In early 2004, he founded ServiceNow.com—the very successful company whose software helps large companies and other organizations manage their IT operations. He served as the company’s CEO until 2011, and as its chief product officer until 2016, when he stepped into an advisory role with the company.
Fred serves as a member of the Dean’s Advisory Council for the School of Informatics Computing, and Engineering and is a wonderful ambassador for the school.
And, of course, in 2015, I was delighted to announce that Fred had generously given $8 million to help fund the construction of the building we dedicate today, and that it would be known as Luddy Hall in honor of Fred’s family.
Last December, we were very pleased to welcome Fred back to the Bloomington campus to share his share his entrepreneurial spirit and insights with our winter graduates as the speaker at IU’s Winter Commencement ceremony. I had the privilege, on that occasion, of presenting him with an honorary IU doctorate.
Fred, on behalf of Indiana University, I would like to once again extend to you our deepest gratitude for your generosity and for your dedicated efforts to help ensure the continued success of the IU School of Informatics, Computing, and Engineering. Would all of you join me in once again expressing our thanks to Fred with a round of applause?
I also want to commend and congratulate Dean Raj Acharya and the faculty and staff of the school for their dedicated efforts that have helped make the new building a reality.
I also want to extend special thanks to the school’s former deans who are with us today—Bobby Schnabel, under whose leadership the planning for Luddy Hall began; Vice President for Information Technology and Chief Information Officer Brad Wheeler, who served as interim dean of the school and led much of the planning for Luddy Hall, and the school’s founding dean, Mike Dunn, who helped to build the school into a major school of its kind nationally.

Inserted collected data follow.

/// A factorial block: the ANOVA table of every term, checks, cell means,
/// and for each comparison family its means and pairs.
pub fn factorial_view(r: &FactorialResult, next_table: &mut usize) -> BlockView {
    let mut numbers = Numbering(next_table);
    let id = &r.id;
    let d = r.decimals;
    let conf = confidence_label(r.alpha);
    let shown: Vec<&str> = r.factors.iter().map(|f| r.plots.display(f)).collect();
    let factors_text = match shown.len() {
        2 => shown.join(" and "),
        n => format!("{} and {}", shown[..n - 1].join(", "), shown[n - 1]),
    };
    let mut tables = Vec::new();
    if r.show.anova {
        let number = numbers.next();
        // SS and MS share one number of decimals (five significant digits
        // of the total SS), so sums and mean squares line up and compare.
        let ss_dec = column_decimals(&[r.total_ss], 5);
        let ms_dec = ss_dec;
        let eta_dec = effect_decimals(r.terms.iter().map(|t| t.partial_eta_sq));
        let mut rows: Vec<Vec<Cell>> = r
            .terms
            .iter()
            .map(|t| {
                let k = |q: &str| format!("{id}.anova.terms.{}.{q}", t.name);
                let label = if t.is_block {
                    format!("{} (block)", shown_term(&r.plots, &t.name))
                } else {
                    shown_term(&r.plots, &t.name)
                };
                let mut row = vec![
                    text(label),
                    cell(t.df.to_string(), k("df")),
                    cell(fixed(t.ss, ss_dec), k("ss")),
                    cell(fixed(t.ms, ms_dec), k("ms")),
                ];
                if t.is_block {
                    row.extend([text("not tested"), text(""), text("")]);
                } else {
                    row.extend([
                        cell(f_stat(t.f), k("f")),
                        cell(p_value(t.p), k("p")),
                        cell(fixed(t.partial_eta_sq, eta_dec), k("effect.partial_eta_sq")),
                    ]);
                }
                row
            })
            .collect();
        rows.push(vec![
            text("Residual"),
            cell(r.residual_df.to_string(), format!("{id}.anova.residual.df")),
            cell(
                fixed(r.residual_ss, ss_dec),
                format!("{id}.anova.residual.ss"),
            ),
            cell(fixed(r.mse, ms_dec), format!("{id}.anova.residual.ms")),
            text(""),
            text(""),
            text(""),
        ]);
        rows.push(vec![
            text("Total"),
            cell((r.n - 1).to_string(), format!("{id}.anova.total.df")),
            cell(fixed(r.total_ss, ss_dec), format!("{id}.anova.total.ss")),
            text(""),
            text(""),
            text(""),
            text(""),
        ]);
        let ss_text = match r.ss_type {
            crate::stats::linear::SsType::I => {
                "Type I (sequential, in the order shown) sums of squares"
            }
            crate::stats::linear::SsType::II => "Type II sums of squares",
            crate::stats::linear::SsType::III => "Type III sums of squares, sum-to-zero coding",
        };
        let caption = match &r.caption {
            Some(c) => format!("Table {number}. {c} ({ss_text})."),
            None => format!(
                "Table {number}. Analysis of variance of {} by {factors_text} (N = {}; {ss_text}).",
                measure(&r.response, &r.plots),
                r.n
            ),
        };
        let tested = || r.terms.iter().filter(|t| !t.is_block);
        let ci_dec =
            effect_decimals(tested().flat_map(|t| [t.partial_eta_sq_ci.0, t.partial_eta_sq_ci.1]));
        let crits: Vec<String> = tested()
            .map(|t| {
                format!(
                    "{} F({}, {}) = {}",
                    shown_term(&r.plots, &t.name),
                    t.df,
                    r.residual_df,
                    fixed(t.critical_f, 3)
                )
            })
            .collect();
        let mut footnotes = vec![
            format!(
                "Critical values at α = {}: {}. R² = {}.",
                alpha_text(r.alpha),
                crits.join("; "),
                fixed(r.r_squared, 3)
            ),
            format!(
                "η² is partial η² = SS/(SS + SS residual); {conf} intervals for it from the noncentral F: {}.",
                tested()
                    .map(|t| format!(
                        "{} {} to {}",
                        shown_term(&r.plots, &t.name),
                        fixed(t.partial_eta_sq_ci.0, ci_dec),
                        fixed(t.partial_eta_sq_ci.1, ci_dec)
                    ))
                    .collect::<Vec<_>>()
                    .join("; ")
            ),
            "All factors are fixed effects; every F uses the residual mean square.".to_string(),
        ];
        if r.terms.iter().any(|t| t.is_block) {
            footnotes.push(crate::outcome::BLOCK_NOT_TESTED.to_string());
        }
        if r.types_agree {
            footnotes
                .push("The design is balanced: Types I, II and III sums of squares agree.".into());
        }
        tables.push(TableView {
            number,
            id: format!("{id}-anova"),
            caption,
            columns: vec![
                col("Source", false),
                col("df", true),
                col("SS", true),
                col("MS", true),
                col("F", true),
                col("p", true),
                col("η²", true),
            ],
            rows,
            footnotes,
        });
    }
    if r.checks.shown {
        tables.push(checks_table_of(
            &r.checks,
            id,
            r.alpha,
            &format!("{} by {factors_text}", measure(&r.response, &r.plots)),
            numbers.next(),
        ));
    }
    if r.show.means && r.cell_factors.len() >= 2 && r.cells.iter().any(|c| c.n > 1) {
        tables.push(cell_table(r, numbers.next()));
    }
    let mut notes = Vec::new();
    for fam in &r.families {
        notes.extend(fam.comparison.notes.iter().cloned());
        let slice = fam
            .within
            .as_ref()
            .map_or(String::new(), |w| match w.split_once('=') {
                Some((factor, level)) => format!(" at {} = {level}", r.plots.display(factor)),
                None => format!(" at {w}"),
            });
        let what = if fam.term == "cells" {
            "cell".to_string()
        } else {
            r.plots.display(&fam.term).to_string()
        };
        if r.show.means {
            let number = numbers.next();
            let mut order: Vec<usize> = (0..fam.means.len()).collect();
            if r.order == Order::Mean {
                order.sort_by(|&a, &b| {
                    fam.means[b]
                        .mean
                        .total_cmp(&fam.means[a].mean)
                        .then(a.cmp(&b))
                });
            }
            let rows = order
                .into_iter()
                .map(|i| (i, &fam.means[i]))
                .map(|(i, m)| {
                    vec![
                        text(m.label.clone()),
                        text(m.n.to_string()),
                        text(fixed(m.mean, d)),
                        text(fixed(m.se, d)),
                        text(format!(
                            "{} to {}",
                            fixed(m.ci_lower, d),
                            fixed(m.ci_upper, d)
                        )),
                        text(fam.comparison.letters[i].clone()),
                    ]
                })
                .collect();
            let kind = if fam.term == "cells" {
                "Cell means"
            } else {
                "Estimated marginal means"
            };
            tables.push(TableView {
                number,
                id: format!("{id}-means-{}{}", fam.term, fam.within.as_ref().map_or(String::new(), |w| format!("-{w}"))),
                caption: format!(
                    "Table {number}. {kind} of {} by {what}{slice}.",
                    measure(&r.response, &r.plots)
                ),
                columns: vec![col(what.clone(), false), col("n", true), col("Mean", true), col("SE", true), col(format!("{conf} CI"), true), col("Letters", false)],
                rows,
                footnotes: vec![
                    if fam.term == "cells" {
                        format!("SE = √(MSE/n) from the model's residual mean square ({} df).", r.residual_df)
                    } else {
                        format!(
                            "Least-squares means: model predictions averaged with equal weight over the levels of the other factors, so unbalanced data are compared fairly; SE from the model ({} df).",
                            r.residual_df
                        )
                    },
                    format!(
                        "Means sharing a letter are not significantly different ({}, α = {}); the letter a marks the highest mean.{}",
                        fam.comparison.method.title(),
                        alpha_text(fam.comparison.alpha),
                        if r.order == Order::Mean { " Rows run from the highest mean." } else { "" }
                    ),
                ],
            });
        }
        if r.show.pairs {
            let number = numbers.next();
            let c = &fam.comparison;
            let p_label = if c.method == Method::Lsd {
                "p"
            } else {
                "adjusted p"
            };
            let rows = c
                .pairs
                .iter()
                .map(|p| {
                    let interval = format!("{} to {}", fixed(p.lower, d), fixed(p.upper, d));
                    vec![
                        text(format!(
                            "{} − {}",
                            fam.means[p.a].label, fam.means[p.b].label
                        )),
                        text(fixed(p.diff, d)),
                        text(fixed(p.se, d)),
                        text(interval),
                        text(p_value(p.p_adj)),
                        text(yes_no(p.significant)),
                    ]
                })
                .collect();
            tables.push(TableView {
                number,
                id: format!(
                    "{id}-pairs-{}{}",
                    fam.term,
                    fam.within
                        .as_ref()
                        .map_or(String::new(), |w| format!("-{w}"))
                ),
                caption: format!(
                    "Table {number}. Pairwise comparisons of {what} means{slice} ({}).",
                    c.method.title()
                ),
                columns: vec![
                    col("Comparison", false),
                    col("Difference", true),
                    col("SE", true),
                    col(format!("{conf} CI"), true),
                    col(p_label, true),
                    col(format!("Significant at α = {}", alpha_text(c.alpha)), false),
                ],
                rows,
                footnotes: vec![format!(
                    "Procedure: {} ({}).",
                    c.method.title(),
                    c.method.citation()
                )],
            });
        }
    }
    typeset(BlockView {
        figures: Vec::new(),
        id: id.clone(),
        lead: None,
        tables,
        notes,
        warnings: r.warnings.clone(),
    })
}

Would you join me again in recognizing them?
And I want to commend Vice President for Capital Planning and Facilities Tom Morrison, as well as the many design and construction professionals, both internal and external, who contributed to this project. With us today are Fred Clarke, the co-founder with Cesar Pelli of Pelli Clarke Pelli Architects, his colleagues Bill Butler, John Lind, and Ben Flaute, as well as Bill Browne of RATIO Architects. We extend our thanks to them and their colleagues, as well as to the many people from Weddle Brothers Construction, a Bloomington-based company whose work was also vital to the center’s construction.
Cesar Pelli, whose architectural firm, as I said, played a major role in the design of Luddy Hall, once observed that "We should not judge a building by how beautiful it is in isolation, but instead by how much better or worse that particular place—a city or campus, a neighborhood or landscape—has become by its addition."3
By this measure, Luddy Hall is already a triumphant success.
The beautiful, functional surroundings of the building we dedicate today create an atmosphere that will uplift the spirits of all who study, work, and visit here. Luddy Hall will inspire creativity, discovery, and intellectual achievement—all of which will benefit Indiana University, strengthen our state and nation, advance our use and understanding of technology, and further transform human culture.
1. Alexandra Lange, "The Innovation Campus: Building Better Ideas," The New York Times
, August 4, 2016, Web, Accessed April 9, 2018, URL: https://www.nytimes.com/2016/08/07/education/edlife/innovation-campus-entrepreneurship-engineering-arts.html
2. National Research Council of the National Academies, A Framework for K-12 Science Education: Practices, Crosscutting Concepts, and Core Ideas, (The National Academies Press, 2012), 203.
3. Cesar Pelli, "Pieces of the City," Architectural Digest, August 1988, Volume 45, Page 36.